---------- Source information

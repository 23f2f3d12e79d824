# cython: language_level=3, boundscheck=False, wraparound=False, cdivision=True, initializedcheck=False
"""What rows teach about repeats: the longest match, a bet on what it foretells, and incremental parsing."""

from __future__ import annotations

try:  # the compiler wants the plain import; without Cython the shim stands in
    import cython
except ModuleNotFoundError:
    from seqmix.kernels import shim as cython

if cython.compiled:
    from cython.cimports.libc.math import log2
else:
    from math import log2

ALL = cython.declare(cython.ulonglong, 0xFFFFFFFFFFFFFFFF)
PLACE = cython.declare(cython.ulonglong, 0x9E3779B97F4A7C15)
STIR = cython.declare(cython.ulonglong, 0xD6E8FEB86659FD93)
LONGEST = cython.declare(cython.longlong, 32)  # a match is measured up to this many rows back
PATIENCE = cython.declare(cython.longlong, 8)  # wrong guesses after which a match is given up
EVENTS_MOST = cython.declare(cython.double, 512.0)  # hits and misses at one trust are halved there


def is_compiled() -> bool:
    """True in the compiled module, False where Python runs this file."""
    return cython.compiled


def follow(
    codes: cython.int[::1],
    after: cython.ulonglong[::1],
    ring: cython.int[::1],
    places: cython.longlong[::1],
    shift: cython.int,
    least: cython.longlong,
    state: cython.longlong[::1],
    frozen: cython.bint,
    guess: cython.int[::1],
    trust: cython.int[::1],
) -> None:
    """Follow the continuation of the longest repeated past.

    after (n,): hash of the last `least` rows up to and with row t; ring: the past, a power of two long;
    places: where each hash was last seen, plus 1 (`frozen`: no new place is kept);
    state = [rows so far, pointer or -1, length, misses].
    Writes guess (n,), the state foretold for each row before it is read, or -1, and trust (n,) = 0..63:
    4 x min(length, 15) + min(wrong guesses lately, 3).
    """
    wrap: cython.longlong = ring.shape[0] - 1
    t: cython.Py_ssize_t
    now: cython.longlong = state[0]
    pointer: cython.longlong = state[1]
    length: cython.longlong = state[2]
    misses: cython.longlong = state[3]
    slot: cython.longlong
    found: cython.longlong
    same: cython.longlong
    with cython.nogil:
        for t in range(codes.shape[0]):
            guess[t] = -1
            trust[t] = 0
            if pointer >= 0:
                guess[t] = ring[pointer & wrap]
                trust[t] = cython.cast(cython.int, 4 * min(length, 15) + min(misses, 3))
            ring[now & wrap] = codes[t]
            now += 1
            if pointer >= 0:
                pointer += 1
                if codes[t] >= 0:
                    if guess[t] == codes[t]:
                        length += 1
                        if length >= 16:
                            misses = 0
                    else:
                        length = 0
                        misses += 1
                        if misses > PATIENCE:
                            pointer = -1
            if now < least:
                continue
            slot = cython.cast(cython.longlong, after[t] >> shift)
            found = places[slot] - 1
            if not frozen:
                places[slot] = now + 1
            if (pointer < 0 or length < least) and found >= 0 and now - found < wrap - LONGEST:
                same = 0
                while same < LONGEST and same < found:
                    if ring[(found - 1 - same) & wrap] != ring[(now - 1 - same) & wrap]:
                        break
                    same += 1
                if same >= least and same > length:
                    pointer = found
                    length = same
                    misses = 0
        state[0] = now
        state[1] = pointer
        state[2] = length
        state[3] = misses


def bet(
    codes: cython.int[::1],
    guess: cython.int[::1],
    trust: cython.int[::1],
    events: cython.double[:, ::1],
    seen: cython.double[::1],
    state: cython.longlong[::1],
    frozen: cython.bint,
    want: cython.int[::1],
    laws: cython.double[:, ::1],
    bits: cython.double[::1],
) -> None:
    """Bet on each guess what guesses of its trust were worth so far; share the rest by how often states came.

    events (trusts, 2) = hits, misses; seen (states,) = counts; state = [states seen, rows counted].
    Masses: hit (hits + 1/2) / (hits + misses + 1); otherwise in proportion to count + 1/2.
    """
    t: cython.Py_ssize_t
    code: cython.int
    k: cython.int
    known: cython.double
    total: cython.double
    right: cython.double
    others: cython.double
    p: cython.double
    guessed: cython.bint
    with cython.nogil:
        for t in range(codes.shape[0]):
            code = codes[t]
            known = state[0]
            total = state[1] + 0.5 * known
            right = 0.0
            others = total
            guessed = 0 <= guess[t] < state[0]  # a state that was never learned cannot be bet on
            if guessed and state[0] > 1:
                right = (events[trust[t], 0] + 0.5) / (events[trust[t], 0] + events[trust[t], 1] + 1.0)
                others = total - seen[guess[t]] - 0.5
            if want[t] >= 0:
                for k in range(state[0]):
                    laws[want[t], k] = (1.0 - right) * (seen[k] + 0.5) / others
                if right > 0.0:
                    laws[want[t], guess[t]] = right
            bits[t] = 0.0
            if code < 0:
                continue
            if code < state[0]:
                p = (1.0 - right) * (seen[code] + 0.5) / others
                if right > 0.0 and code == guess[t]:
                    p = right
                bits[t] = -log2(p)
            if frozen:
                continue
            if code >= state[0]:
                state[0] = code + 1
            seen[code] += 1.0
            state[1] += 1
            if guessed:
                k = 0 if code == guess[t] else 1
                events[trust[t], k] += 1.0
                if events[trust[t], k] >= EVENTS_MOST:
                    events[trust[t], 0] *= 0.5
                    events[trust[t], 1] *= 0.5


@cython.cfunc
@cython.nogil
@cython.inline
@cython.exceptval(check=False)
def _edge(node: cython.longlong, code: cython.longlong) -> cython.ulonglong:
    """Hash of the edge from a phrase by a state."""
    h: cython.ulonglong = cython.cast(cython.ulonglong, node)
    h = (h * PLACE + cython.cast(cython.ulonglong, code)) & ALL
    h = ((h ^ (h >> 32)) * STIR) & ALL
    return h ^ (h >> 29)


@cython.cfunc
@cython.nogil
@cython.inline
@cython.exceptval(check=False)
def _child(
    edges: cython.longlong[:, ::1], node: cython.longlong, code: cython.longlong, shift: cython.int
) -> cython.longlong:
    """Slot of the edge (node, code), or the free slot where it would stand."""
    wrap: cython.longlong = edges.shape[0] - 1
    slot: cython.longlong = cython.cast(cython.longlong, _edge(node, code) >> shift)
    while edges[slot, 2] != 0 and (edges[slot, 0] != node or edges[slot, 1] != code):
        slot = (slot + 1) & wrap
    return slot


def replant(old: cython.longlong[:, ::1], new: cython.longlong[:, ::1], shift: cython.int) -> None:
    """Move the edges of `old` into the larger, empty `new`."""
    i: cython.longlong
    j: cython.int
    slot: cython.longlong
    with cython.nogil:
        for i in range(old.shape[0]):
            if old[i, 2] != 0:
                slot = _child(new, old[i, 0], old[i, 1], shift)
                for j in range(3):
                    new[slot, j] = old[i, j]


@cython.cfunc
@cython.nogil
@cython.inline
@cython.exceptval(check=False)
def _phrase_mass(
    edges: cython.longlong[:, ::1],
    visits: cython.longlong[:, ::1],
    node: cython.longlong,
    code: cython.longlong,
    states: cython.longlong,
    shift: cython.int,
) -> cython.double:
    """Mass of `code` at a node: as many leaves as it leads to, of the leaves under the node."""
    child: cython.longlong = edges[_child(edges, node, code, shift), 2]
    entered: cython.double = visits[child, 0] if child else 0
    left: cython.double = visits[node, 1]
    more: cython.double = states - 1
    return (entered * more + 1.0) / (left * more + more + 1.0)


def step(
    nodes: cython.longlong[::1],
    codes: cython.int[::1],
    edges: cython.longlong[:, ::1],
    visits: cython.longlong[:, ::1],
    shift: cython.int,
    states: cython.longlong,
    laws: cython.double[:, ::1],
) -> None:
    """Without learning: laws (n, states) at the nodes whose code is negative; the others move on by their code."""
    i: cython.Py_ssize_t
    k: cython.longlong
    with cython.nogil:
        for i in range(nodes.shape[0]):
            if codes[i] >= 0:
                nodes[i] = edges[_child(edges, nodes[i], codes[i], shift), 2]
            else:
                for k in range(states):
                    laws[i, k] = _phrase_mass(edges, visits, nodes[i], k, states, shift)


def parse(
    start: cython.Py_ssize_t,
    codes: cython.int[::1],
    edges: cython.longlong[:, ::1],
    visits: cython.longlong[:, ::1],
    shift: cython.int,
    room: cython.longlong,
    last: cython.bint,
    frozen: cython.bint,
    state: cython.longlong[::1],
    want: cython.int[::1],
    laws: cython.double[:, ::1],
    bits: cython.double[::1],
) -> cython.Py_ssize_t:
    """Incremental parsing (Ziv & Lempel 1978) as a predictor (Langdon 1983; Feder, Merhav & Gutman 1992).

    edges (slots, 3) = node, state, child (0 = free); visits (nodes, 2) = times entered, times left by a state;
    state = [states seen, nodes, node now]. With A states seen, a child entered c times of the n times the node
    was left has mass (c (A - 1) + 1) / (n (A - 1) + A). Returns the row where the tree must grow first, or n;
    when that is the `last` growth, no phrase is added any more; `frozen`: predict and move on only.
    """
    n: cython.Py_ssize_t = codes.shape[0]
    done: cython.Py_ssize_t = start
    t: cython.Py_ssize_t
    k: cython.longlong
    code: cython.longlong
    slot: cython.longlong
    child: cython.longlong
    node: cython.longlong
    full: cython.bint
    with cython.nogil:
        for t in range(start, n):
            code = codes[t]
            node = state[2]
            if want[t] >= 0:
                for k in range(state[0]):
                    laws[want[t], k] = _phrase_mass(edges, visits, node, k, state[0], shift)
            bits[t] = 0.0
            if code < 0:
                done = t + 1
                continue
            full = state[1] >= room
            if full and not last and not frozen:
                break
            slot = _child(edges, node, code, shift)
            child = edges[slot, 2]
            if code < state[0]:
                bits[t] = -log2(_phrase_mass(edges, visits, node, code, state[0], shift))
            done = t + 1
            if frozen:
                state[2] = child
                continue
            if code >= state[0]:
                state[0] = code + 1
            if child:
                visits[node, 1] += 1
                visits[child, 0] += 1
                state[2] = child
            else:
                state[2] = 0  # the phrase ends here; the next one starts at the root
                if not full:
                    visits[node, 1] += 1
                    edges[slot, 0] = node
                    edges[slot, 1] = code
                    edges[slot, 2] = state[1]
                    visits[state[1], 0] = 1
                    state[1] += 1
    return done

--------------------

Exercise details => In the listing above, find the line with "while edges[slot, 2]" and the line with "shift: cython.int) ->", then print exactly those lines and every line between them.

Output for this exercise =>
    while edges[slot, 2] != 0 and (edges[slot, 0] != node or edges[slot, 1] != code):
        slot = (slot + 1) & wrap
    return slot


def replant(old: cython.longlong[:, ::1], new: cython.longlong[:, ::1], shift: cython.int) -> None:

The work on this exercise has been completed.